▶ Problem:
Reproduce, character for character, the entries from their opening line through the line with "from chiropt.errors import InputError".

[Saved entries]
§ §

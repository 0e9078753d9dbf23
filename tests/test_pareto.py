"""Non-dominated filter and hypervolume against literal brute force and hand-worked sets."""

import itertools

import numpy as np
import pytest

from chiropt.errors import InputError
from chiropt.search.pareto import hypervolume, non_dominated

# ---------------------------------------------------------------------------------------------
# literal reference implementations (slow, obvious)


def brute_non_dominated(F, senses):
    """Double loop over pairs, straight from the definition of dominance."""
    sign = np.array([-1.0 if s == "max" else 1.0 for s in senses])
    Z = F * sign
    keep = []
    for i in range(len(Z)):
        if np.any(np.isnan(Z[i])):
            keep.append(False)
            continue
        dominated = False
        for j in range(len(Z)):
            if j == i or np.any(np.isnan(Z[j])):
                continue
            if np.all(Z[j] <= Z[i]) and np.any(Z[j] < Z[i]):
                dominated = True
        keep.append(not dominated)
    return np.array(keep)


def brute_union_volume(Z, r):
    """Exact volume of the union of boxes [z, r] (minimization) by coordinate compression.

    Every elementary cell of the grid built from all coordinates is tested literally against
    every box; exact for any float input.
    """
    Z = np.array([z for z in Z if np.all(z < r)])
    if len(Z) == 0:
        return 0.0
    axes = [np.unique(np.concatenate([Z[:, k], [r[k]]])) for k in range(Z.shape[1])]
    total = 0.0
    for cell in itertools.product(*[range(len(a) - 1) for a in axes]):
        lo = np.array([axes[k][c] for k, c in enumerate(cell)])
        hi = np.array([axes[k][c + 1] for k, c in enumerate(cell)])
        if any(np.all(z <= lo) for z in Z):
            total += float(np.prod(hi - lo))
    return total


def inclusion_exclusion_volume(Z, r):
    """Volume of a union of boxes [z, r] by inclusion-exclusion over all subsets."""
    Z = [z for z in Z if np.all(z < r)]
    total = 0.0
    for size in range(1, len(Z) + 1):
        for subset in itertools.combinations(Z, size):
            corner = np.max(np.array(subset), axis=0)
            total += (-1) ** (size + 1) * float(np.prod(np.clip(r - corner, 0, None)))
    return total


# ---------------------------------------------------------------------------------------------


@pytest.mark.parametrize(
    "senses", [("min", "min"), ("max", "min"), ("max", "max", "min"), ("min", "min", "min")]
)
@pytest.mark.parametrize("seed", [0, 1, 2])
def test_non_dominated_matches_brute_force(senses, seed):
    # common practice, no source: literal pairwise definition of dominance
    rng = np.random.default_rng(seed)
    F = rng.integers(0, 6, size=(60, len(senses))).astype(float)  # many ties and duplicates
    F[rng.integers(0, 60, 4), rng.integers(0, len(senses), 4)] = np.nan
    np.testing.assert_array_equal(non_dominated(F, senses, chunk=7), brute_non_dominated(F, senses))


def test_non_dominated_worked_example():
    # worked by hand: (3, 4) is dominated by (2, 3); the duplicate (4, 1) rows both stay
    F = np.array([[1, 5], [2, 3], [3, 4], [4, 1], [4, 1], [np.nan, 0]], dtype=float)
    np.testing.assert_array_equal(
        non_dominated(F, ["min", "min"]), [True, True, False, True, True, False]
    )


def test_hypervolume_2d_worked_example():
    # worked by hand: rectangles 4*1 + 3*2 + 1*2 = 12 for reference (5, 6)
    F = np.array([[1, 5], [2, 3], [3, 4], [4, 1]], dtype=float)
    assert hypervolume(F, ["min", "min"], [5, 6]) == pytest.approx(12.0, abs=1e-12)


def test_hypervolume_3d_worked_example():
    # worked by hand: boxes 2*2*1 + 1*1*2 - overlap 1*1*1 = 5 for reference (2, 2, 2)
    F = np.array([[0, 0, 1], [1, 1, 0]], dtype=float)
    assert hypervolume(F, ["min"] * 3, [2, 2, 2]) == pytest.approx(5.0, abs=1e-12)


@pytest.mark.parametrize("seed", range(5))
@pytest.mark.parametrize("senses", [("min", "min"), ("max", "min")])
def test_hypervolume_2d_matches_union_of_rectangles(seed, senses):
    # common practice, no source: literal union of rectangles on the compressed grid
    rng = np.random.default_rng(seed)
    F = rng.uniform(0, 1, size=(25, 2))
    F[3] = F[5]  # a duplicate
    sign = np.array([-1.0 if s == "max" else 1.0 for s in senses])
    r_min = np.array([0.9, 0.95])  # some points fall outside the reference box
    ref = r_min * sign
    expected = brute_union_volume(F * sign, r_min)
    assert hypervolume(F, senses, ref) == pytest.approx(expected, rel=1e-12)


@pytest.mark.parametrize("seed", range(5))
def test_hypervolume_3d_matches_inclusion_exclusion(seed):
    # common practice, no source: inclusion-exclusion over all subsets of a small set
    rng = np.random.default_rng(seed)
    F = rng.uniform(0, 1, size=(8, 3))
    ref = np.array([1.0, 1.0, 1.0])
    expected = inclusion_exclusion_volume(F, ref)
    assert hypervolume(F, ["min"] * 3, ref) == pytest.approx(expected, rel=1e-12, abs=1e-15)


@pytest.mark.parametrize("seed", range(4))
def test_hypervolume_3d_matches_grid_count_on_integers(seed):
    # common practice, no source: count the unit cells of an integer grid one by one
    rng = np.random.default_rng(seed)
    F = rng.integers(0, 8, size=(30, 3)).astype(float)  # ties in every coordinate
    ref = np.array([8.0, 8.0, 8.0])
    count = 0
    for cell in itertools.product(range(8), repeat=3):
        if np.any(np.all(F <= np.array(cell), axis=1)):
            count += 1
    assert hypervolume(F, ["min"] * 3, ref) == pytest.approx(float(count), abs=1e-9)


@pytest.mark.parametrize("seed", range(3))
def test_hypervolume_3d_matches_compressed_grid_with_max(seed):
    # common practice, no source: literal union of boxes, maximized objectives
    rng = np.random.default_rng(seed)
    F = rng.uniform(0, 1, size=(15, 3))
    ref = np.array([0.05, 0.05, 0.05])  # maximization: reference below the points
    expected = brute_union_volume(-F, -ref)
    assert hypervolume(F, ["max"] * 3, ref) == pytest.approx(expected, rel=1e-12)


def test_points_not_dominating_reference_add_nothing():
    # worked by hand: a point beyond the reference in one objective adds no volume
    F = np.array([[1.0, 1.0], [0.5, 3.0], [np.nan, 0.0]])
    assert hypervolume(F, ["min", "min"], [2, 2]) == pytest.approx(1.0)
    assert hypervolume(F[1:], ["min", "min"], [2, 2]) == 0.0


def test_hypervolume_rejects_four_objectives():
    with pytest.raises(InputError, match="1 to 3 objectives"):
        hypervolume(np.zeros((2, 4)), ["min"] * 4, np.ones(4))


@pytest.mark.parametrize(
    ("senses", "match"), [(["min", "up"], "unknown sense"), (["min"], "1 senses given")]
)
def test_bad_senses_are_rejected(senses, match):
    with pytest.raises(InputError, match=match):
        non_dominated(np.zeros((3, 2)), senses)


@pytest.mark.parametrize("n", [50, 400])
def test_hypervolume_of_the_zdt1_front_approaches_two_thirds(n):
    # ZDT1 (Zitzler, Deb & Thiele, Evol. Comput. 8, 173 (2000)) has the Pareto front
    # f2 = 1 - sqrt(f1), f1 in [0, 1]; with reference point (1, 1) its hypervolume is
    # integral_0^1 sqrt(f1) df1 = 2/3 (value from memory: the commonly quoted ZDT1
    # optimum 0.6667, also the integral). A staircase of n front points under-covers
    # the curve by less than max step area.
    f1 = np.linspace(0.0, 1.0, n)
    F = np.column_stack([f1, 1.0 - np.sqrt(f1)])
    hv = hypervolume(F, ["min", "min"], [1.0, 1.0])
    assert hv < 2.0 / 3.0
    assert 2.0 / 3.0 - hv < 1.0 / n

§ §

▶ Answer space:
repository 0e9078753d9dbf23
filename tests/test_pareto.py
"""Non-dominated filter and hypervolume against literal brute force and hand-worked sets."""

import itertools

import numpy as np
import pytest

from chiropt.errors import InputError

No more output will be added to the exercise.